When Lily's leukemia relapsed, her parents got some simple advice from an impeccable source — the director of the U.S. National Cancer Institute, Dr. Andrew von Eschenbach. Dr. von Eschenbach's advice? "She needs to see John Wagner in Minnesota."
Lily, the daughter of Jennifer and Jason of Kansas City, Mo., was diagnosed with acute myeloid leukemia (AML) in November 2004, shortly after her first birthday. She received chemotherapy at a local children's hospital in Kansas City but, sadly, her leukemia returned a few months after the end of treatment.
To treat her relapsed leukemia, Lily urgently needed a stem cell transplant. Unfortunately none of Lily's relatives were close matches — not even her brothers, Spencer and Zachary who is her fraternal twin — so they were unable to donate bone marrow. Jennifer quickly turned for help to her close college friend, the daughter of U.S. Congressman Roy Blunt. Rep. Blunt made the connection with Dr. von Eschenbach that sent the Fosters to Minnesota.
Because Lily did not have a relative who could donate bone marrow, and because the wait for an unrelated donor can be long, her best hope was an umbilical cord blood (UCB) transplant. The University of Minnesota is a world leader in UCB transplant research and Dr. John Wagner, the Scientific Director of Clinical Research for the University of Minnesota's Blood and Marrow Transplant Program and Stem Cell Institute, is internationally recognized as a leader in the field. When they arrived in Minnesota, Lily's family found that the treatment plan included a cutting-edge procedure: a double cord blood transplant.

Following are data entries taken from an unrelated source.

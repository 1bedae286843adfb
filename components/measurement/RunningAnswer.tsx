import { View } from 'react-native';
import { Plate } from '@/components/ui/Plate';
import { StageGlyph } from '@/components/ui/StageGlyph';
import { Text } from '@/components/ui/Text';
import { space } from '@/components/ui/tokens';
import { useLook } from '@/components/ui/useLook';
import type { Stage } from '@/shared/contracts/measureResult';
import { stages } from '@/shared/contracts/measureResult';
import { stageWord } from './words/stageWords';

/** A measurement that is waiting or running: the plate of the number at its size, and what is being done. */
export function RunningAnswer({ state, stage }: { state: 'waiting' | 'measuring'; stage: Stage | null }) {
  const { colours, desk } = useLook();
  const now = stage === null ? -1 : stages.indexOf(stage);
  return (
    <Plate>
      <View aria-busy style={{ height: desk ? 100 : 92, justifyContent: 'center' }}>
        <View style={{ height: 1, width: 300, maxWidth: '100%', backgroundColor: colours.rule }} />
      </View>
      <View style={{ flexDirection: 'row', alignItems: 'center', gap: space.m }}>
        <StageGlyph stage={state} size={24} />
        <Text variant="strong" live>
          {state === 'waiting' ? 'Waits its turn' : 'Measuring'}
        </Text>
      </View>
      <View role="list" style={{ marginTop: space.m, gap: space.xs }}>
        {stages.map((each, i) => (
          <View key={each} role="listitem" style={{ flexDirection: 'row', gap: space.m, alignItems: 'center' }}>
            <StageGlyph stage={i < now ? 'measured' : i === now ? 'measuring' : 'waiting'} size={16} />
            <Text variant="small" tone={i === now ? 'ink0' : 'ink2'}>
              {`${stageWord(each)}${i < now ? ', done' : ''}`}
            </Text>
          </View>
        ))}
      </View>
    </Plate>
  );
}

For some time UCB transplantation has been used successfully to treat children with life-threatening hematologic diseases like Lily's. The treatment has been less successful for adults and older adolescents because the number of stem cells contained in one "unit" of cord blood is not sufficient to result in a cure in their larger bodies.
Seeking to extend the benefits of UCB transplant to adults, researchers led by Dr. Wagner tried a bold experiment. To increase the number of stem cells available to transplant, they began using two units of cord blood, from two separate donors. The result was surprising: Their patients ended up with two separate new immune systems and both of them were working to kill cancer cells! It seemed obvious that this "'graft-versus-malignancy' effect times two" could benefit younger children as well. Lily arrived in Minnesota in time to be the second infant to receive a double cord blood transplant. Dr. von Eschenbach had indeed sent the family to the right place.
Double cord blood transplantation in infants is considered an experimental treatment and the family was fortunate that it was covered by their health insurance policy. Jennifer notes that research is critical. "Nothing becomes the standard of care without going through an experimental stage," she says. "It was really exciting to be able to be a part of helping this procedure become the standard of care."